== EXERCISE OBJECTIVE ==
Retype the listing below exactly, beginning at the line that contains "ResponseFigureData d;" and ending with its last line.

== PROVIDED MATERIAL ==
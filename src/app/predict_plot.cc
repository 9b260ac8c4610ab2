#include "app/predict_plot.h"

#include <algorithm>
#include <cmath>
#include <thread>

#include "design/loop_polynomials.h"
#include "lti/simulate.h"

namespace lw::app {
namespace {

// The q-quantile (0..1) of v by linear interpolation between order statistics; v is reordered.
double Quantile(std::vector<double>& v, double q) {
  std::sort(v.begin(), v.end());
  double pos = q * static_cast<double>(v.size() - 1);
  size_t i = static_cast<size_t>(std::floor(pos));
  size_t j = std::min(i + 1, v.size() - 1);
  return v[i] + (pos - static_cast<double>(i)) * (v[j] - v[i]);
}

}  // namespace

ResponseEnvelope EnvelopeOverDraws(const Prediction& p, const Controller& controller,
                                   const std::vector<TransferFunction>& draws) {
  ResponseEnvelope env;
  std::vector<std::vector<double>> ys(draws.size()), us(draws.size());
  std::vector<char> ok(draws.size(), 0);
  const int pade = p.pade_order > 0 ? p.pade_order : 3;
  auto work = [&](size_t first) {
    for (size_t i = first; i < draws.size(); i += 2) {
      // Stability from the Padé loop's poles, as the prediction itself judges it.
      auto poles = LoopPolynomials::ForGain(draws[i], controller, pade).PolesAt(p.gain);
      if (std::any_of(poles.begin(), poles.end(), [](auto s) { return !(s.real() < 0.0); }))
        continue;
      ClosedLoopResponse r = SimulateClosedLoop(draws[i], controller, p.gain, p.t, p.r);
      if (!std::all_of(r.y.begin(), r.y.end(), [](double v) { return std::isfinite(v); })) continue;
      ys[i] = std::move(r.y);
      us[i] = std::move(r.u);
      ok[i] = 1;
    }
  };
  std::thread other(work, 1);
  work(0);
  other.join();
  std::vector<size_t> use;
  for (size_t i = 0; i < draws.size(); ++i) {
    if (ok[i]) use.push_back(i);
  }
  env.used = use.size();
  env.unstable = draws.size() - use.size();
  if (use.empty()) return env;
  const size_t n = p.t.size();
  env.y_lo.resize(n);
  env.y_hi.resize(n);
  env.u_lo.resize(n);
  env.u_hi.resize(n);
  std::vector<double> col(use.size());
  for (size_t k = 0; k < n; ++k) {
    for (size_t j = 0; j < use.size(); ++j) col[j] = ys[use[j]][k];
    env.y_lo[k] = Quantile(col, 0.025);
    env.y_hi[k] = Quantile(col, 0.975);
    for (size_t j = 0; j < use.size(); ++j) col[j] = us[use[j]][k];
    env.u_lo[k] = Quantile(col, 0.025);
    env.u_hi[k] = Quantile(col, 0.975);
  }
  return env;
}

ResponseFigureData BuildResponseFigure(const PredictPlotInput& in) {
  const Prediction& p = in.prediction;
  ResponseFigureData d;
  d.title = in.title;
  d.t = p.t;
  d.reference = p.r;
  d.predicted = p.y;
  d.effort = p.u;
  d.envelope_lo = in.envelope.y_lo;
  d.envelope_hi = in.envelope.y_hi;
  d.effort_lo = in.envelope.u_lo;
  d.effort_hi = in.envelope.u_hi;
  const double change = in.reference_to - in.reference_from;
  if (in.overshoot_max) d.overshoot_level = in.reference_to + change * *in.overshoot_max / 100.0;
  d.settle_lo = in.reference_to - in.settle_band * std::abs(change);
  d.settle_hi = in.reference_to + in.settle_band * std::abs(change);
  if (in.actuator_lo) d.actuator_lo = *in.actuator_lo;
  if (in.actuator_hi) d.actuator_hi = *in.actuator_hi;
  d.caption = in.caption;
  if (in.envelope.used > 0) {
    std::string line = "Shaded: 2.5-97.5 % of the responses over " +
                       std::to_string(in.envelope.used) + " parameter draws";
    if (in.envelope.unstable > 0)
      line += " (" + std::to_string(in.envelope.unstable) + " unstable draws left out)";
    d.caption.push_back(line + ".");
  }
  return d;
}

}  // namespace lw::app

== SOLVED PROBLEM ==
  ResponseFigureData d;
  d.title = in.title;
  d.t = p.t;
  d.reference = p.r;
  d.predicted = p.y;
  d.effort = p.u;
  d.envelope_lo = in.envelope.y_lo;
  d.envelope_hi = in.envelope.y_hi;
  d.effort_lo = in.envelope.u_lo;
  d.effort_hi = in.envelope.u_hi;
  const double change = in.reference_to - in.reference_from;
  if (in.overshoot_max) d.overshoot_level = in.reference_to + change * *in.overshoot_max / 100.0;
  d.settle_lo = in.reference_to - in.settle_band * std::abs(change);
  d.settle_hi = in.reference_to + in.settle_band * std::abs(change);
  if (in.actuator_lo) d.actuator_lo = *in.actuator_lo;
  if (in.actuator_hi) d.actuator_hi = *in.actuator_hi;
  d.caption = in.caption;
  if (in.envelope.used > 0) {
    std::string line = "Shaded: 2.5-97.5 % of the responses over " +
                       std::to_string(in.envelope.used) + " parameter draws";
    if (in.envelope.unstable > 0)
      line += " (" + std::to_string(in.envelope.unstable) + " unstable draws left out)";
    d.caption.push_back(line + ".");
  }
  return d;
}

}  // namespace lw::app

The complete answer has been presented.